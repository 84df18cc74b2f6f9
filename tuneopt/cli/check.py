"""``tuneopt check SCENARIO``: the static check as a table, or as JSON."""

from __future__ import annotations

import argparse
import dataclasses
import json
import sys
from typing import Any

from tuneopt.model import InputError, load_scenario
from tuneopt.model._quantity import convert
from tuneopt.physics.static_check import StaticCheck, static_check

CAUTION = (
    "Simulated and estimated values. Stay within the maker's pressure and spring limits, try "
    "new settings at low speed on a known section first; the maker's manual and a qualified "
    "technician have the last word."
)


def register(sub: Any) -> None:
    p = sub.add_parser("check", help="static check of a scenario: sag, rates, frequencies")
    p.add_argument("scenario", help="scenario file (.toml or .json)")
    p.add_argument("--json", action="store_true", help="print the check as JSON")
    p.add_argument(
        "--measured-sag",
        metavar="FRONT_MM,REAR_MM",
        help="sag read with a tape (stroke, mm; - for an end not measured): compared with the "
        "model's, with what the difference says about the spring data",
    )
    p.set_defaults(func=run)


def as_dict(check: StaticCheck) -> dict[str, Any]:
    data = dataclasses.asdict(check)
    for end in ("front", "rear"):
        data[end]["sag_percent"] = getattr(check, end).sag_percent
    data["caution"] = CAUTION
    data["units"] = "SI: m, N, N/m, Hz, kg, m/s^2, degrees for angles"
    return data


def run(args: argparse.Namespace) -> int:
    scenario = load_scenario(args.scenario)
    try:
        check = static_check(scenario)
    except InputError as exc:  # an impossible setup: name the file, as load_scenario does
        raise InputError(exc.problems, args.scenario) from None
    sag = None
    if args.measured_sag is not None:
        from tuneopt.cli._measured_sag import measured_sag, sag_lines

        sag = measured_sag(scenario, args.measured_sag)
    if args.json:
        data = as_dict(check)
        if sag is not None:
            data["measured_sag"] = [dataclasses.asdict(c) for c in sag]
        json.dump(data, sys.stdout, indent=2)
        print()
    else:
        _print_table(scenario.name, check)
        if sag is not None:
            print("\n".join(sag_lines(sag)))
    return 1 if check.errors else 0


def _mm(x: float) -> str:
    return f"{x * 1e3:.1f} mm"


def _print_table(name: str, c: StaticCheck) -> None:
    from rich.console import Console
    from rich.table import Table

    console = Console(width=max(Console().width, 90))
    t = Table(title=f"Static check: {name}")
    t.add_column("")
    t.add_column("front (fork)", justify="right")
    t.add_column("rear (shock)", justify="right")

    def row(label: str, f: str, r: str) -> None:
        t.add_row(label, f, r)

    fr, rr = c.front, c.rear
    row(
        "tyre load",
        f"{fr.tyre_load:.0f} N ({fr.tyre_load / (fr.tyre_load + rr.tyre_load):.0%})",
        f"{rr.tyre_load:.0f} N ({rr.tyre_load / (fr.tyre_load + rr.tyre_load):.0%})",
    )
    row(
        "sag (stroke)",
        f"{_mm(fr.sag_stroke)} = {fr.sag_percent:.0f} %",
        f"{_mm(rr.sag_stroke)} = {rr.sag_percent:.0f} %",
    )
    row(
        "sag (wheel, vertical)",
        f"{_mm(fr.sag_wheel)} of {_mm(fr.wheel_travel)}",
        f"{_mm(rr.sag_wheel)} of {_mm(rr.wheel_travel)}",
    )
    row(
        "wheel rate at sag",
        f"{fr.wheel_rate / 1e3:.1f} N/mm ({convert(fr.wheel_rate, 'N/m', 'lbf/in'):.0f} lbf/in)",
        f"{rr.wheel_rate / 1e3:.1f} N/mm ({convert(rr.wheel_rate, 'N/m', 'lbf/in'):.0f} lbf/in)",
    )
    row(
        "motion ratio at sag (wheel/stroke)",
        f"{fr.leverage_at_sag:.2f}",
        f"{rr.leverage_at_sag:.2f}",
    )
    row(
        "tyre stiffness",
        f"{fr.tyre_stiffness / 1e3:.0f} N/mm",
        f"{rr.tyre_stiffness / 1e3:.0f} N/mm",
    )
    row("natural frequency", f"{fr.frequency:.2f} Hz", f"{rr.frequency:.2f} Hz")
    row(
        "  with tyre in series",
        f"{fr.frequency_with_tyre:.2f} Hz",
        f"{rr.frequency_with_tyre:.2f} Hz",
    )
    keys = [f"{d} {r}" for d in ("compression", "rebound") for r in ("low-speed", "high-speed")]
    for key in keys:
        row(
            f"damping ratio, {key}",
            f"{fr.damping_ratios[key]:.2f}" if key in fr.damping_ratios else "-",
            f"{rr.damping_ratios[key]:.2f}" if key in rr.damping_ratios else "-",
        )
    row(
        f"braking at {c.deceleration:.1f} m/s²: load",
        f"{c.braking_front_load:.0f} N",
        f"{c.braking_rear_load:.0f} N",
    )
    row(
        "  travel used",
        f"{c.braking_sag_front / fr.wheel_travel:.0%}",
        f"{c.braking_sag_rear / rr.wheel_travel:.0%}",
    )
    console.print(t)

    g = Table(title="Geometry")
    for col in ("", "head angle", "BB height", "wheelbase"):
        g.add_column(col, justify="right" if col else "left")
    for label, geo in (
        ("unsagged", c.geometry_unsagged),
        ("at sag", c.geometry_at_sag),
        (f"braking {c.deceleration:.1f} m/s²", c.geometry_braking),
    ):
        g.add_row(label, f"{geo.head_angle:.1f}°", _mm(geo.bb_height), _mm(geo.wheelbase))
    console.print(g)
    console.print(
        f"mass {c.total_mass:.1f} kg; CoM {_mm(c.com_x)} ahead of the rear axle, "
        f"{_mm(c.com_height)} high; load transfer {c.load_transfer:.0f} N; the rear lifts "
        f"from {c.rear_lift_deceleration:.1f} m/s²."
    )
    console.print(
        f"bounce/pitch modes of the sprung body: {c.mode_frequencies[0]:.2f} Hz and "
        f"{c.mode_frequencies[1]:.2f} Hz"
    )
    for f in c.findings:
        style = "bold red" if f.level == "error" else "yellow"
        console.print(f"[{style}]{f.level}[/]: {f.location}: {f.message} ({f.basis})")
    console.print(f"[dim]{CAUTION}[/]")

== == ==

— WORK TASK —
Please copy out each line of the material that holds the string "InputError".

— OUTPUT FOR THIS TASK —
from tuneopt.model import InputError, load_scenario
    except InputError as exc:  # an impossible setup: name the file, as load_scenario does
        raise InputError(exc.problems, args.scenario) from None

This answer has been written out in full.